"In my Father's house"

A Blustering wind whipped sleet and rain against the windows of the house. Standing high on a hill, where gusts from all directions could buffet it, the house seemed the center of a whirling violence; yet it stood fast, unshaken by the storm, its foundation deep, its structure firm.

In the highest part of the house, in a warm and comfortable room, one watched through the night, scarcely hearing the storm because of the tumult within her own consciousness. She had journeyed to this home to share in the adjustment of a common problem and to give what comfort she could to the human sense of grief. During the hours of the preceding day each member of the household had brought to her his weight of burden, until her own thought yielded to discouragement and she sought this room as a sanctuary in which to clear her thought.

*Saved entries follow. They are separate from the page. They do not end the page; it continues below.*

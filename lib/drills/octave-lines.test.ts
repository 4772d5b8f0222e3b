import { describe, expect, test } from "vitest";
import { makePitch } from "../score/pitch";
import { writeMusicXML } from "../score/write";
import { makeContext } from "./build";
import { generateOctaveShift, octaveShiftOptions } from "./families/octave-shift";
import { ledgerLines, withOctaveLines } from "./octave-lines";
import { pitchName } from "./spell";
import { makePassage } from "./test-passages";

const treble = { staff: 1, sign: "G", line: 2 } as const;
const bass = { staff: 1, sign: "F", line: 4 } as const;

describe("ledgerLines", () => {
  // Common practice: the treble staff runs E4–F5, the bass staff G2–A3; A5 and C4 sit on one ledger line.
  test("treble and bass staves", () => {
    expect(ledgerLines(makePitch("A", 0, 5), treble, 0)).toBe(1);
    expect(ledgerLines(makePitch("E", 0, 6), treble, 0)).toBe(3);
    expect(ledgerLines(makePitch("G", 0, 6), treble, 0)).toBe(4);
    expect(ledgerLines(makePitch("C", 0, 4), treble, 0)).toBe(-1);
    expect(ledgerLines(makePitch("D", 0, 3), treble, 0)).toBe(-4);
    expect(ledgerLines(makePitch("D", 0, 3), bass, 0)).toBe(0);
    expect(ledgerLines(makePitch("E", 0, 1), bass, 0)).toBe(-4);
  });
  test("an 8va line (12) draws the note an octave lower", () => {
    expect(ledgerLines(makePitch("G", 0, 6), treble, 12)).toBe(0);
    expect(ledgerLines(makePitch("D", 0, 3), treble, -12)).toBe(0);
  });
});

describe("withOctaveLines", () => {
  const passage = makePassage({ right: "C5/8 E5/8 G5/8 E5/8 C5/2" });
  const up = generateOctaveShift(passage, octaveShiftOptions.parse({ octaves: 2 }), makeContext()).drills.find((d) => d.variant === "up")!;
  const lined = withOctaveLines(up);

  test("notes two octaves up (G7 …) go under a line; the home octave does not", () => {
    const shifted = lined.score.events.filter((e) => e.pitch && e.octaveShift);
    expect(shifted.length).toBeGreaterThan(0);
    for (const e of lined.score.events) {
      if (!e.pitch) continue;
      const clef = lined.score.measures[e.measure]!.clefs[0]!;
      expect(Math.abs(ledgerLines(e.pitch, clef, e.octaveShift ?? 0)), pitchName(e.pitch)).toBeLessThanOrEqual(3);
    }
    expect(lined.score.events.filter((e) => e.pitch && pitchName(e.pitch) === "C5").every((e) => !e.octaveShift)).toBe(true);
    // The pitch data stays the sounding pitch (MusicXML 4.0 <octave-shift> changes only the display).
    expect(lined.score.events.map((e) => e.pitch?.midi)).toEqual(up.score.events.map((e) => e.pitch?.midi));
  });

  test("the writer draws the line: <octave-shift type=\"down\"> before the high notes and a stop after", () => {
    const xml = writeMusicXML(lined.score);
    expect(xml).toMatch(/<octave-shift type="down" size="(8|15)"\/>/);
    expect(xml.match(/<octave-shift type="stop"/g)?.length).toBe(xml.match(/<octave-shift type="down"/g)?.length);
  });

  test("a drill within three ledger lines is returned as it is", () => {
    const plain = generateOctaveShift(passage, octaveShiftOptions.parse({ octaves: 1 }), makeContext()).drills[0]!;
    expect(withOctaveLines(plain)).toBe(plain);
  });
});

Almost immediately she became aware of a physical discomfort, then of more severe symptoms of disease, until as the night wore on she seemed in the grip of pain and was tempted dully to accept the condition as a fact. Feeling the chill of the night, she turned on the current in an electric heater and retired, but not to sleep; for every aspect of the inharmony recurred, every word spoken echoed in memory, every act assumed exaggerated importance. As the light from the heater illumined the room, however, the familiar objects which thoughtfulness had placed there for her comfort and pleasure were revealed, bringing a grateful sense of ease and protection. And as the firelight revealed the human comforts, the light and warmth of divine Love directed thought toward Truth, whose searchlight uncovered the cause of the sudden illness and showed it to be the acceptance of discouragement, depression, and grief as real. Then a determined denial of the reality or power of anything unlike the love of God began, and she wrestled, as did Jacob, through the night. What was discouragement but doubt of the power of Love to adjust all human relations? What was depression but an acceptance of discord? What was grief but the fear of loss? Did not God's love enfold His children, and could God know fear or create anything for His reflection, man, to fear? What was aggressive mental suggestion but the false claim of a mortal mind which was illusion, without Principle, reality, or power?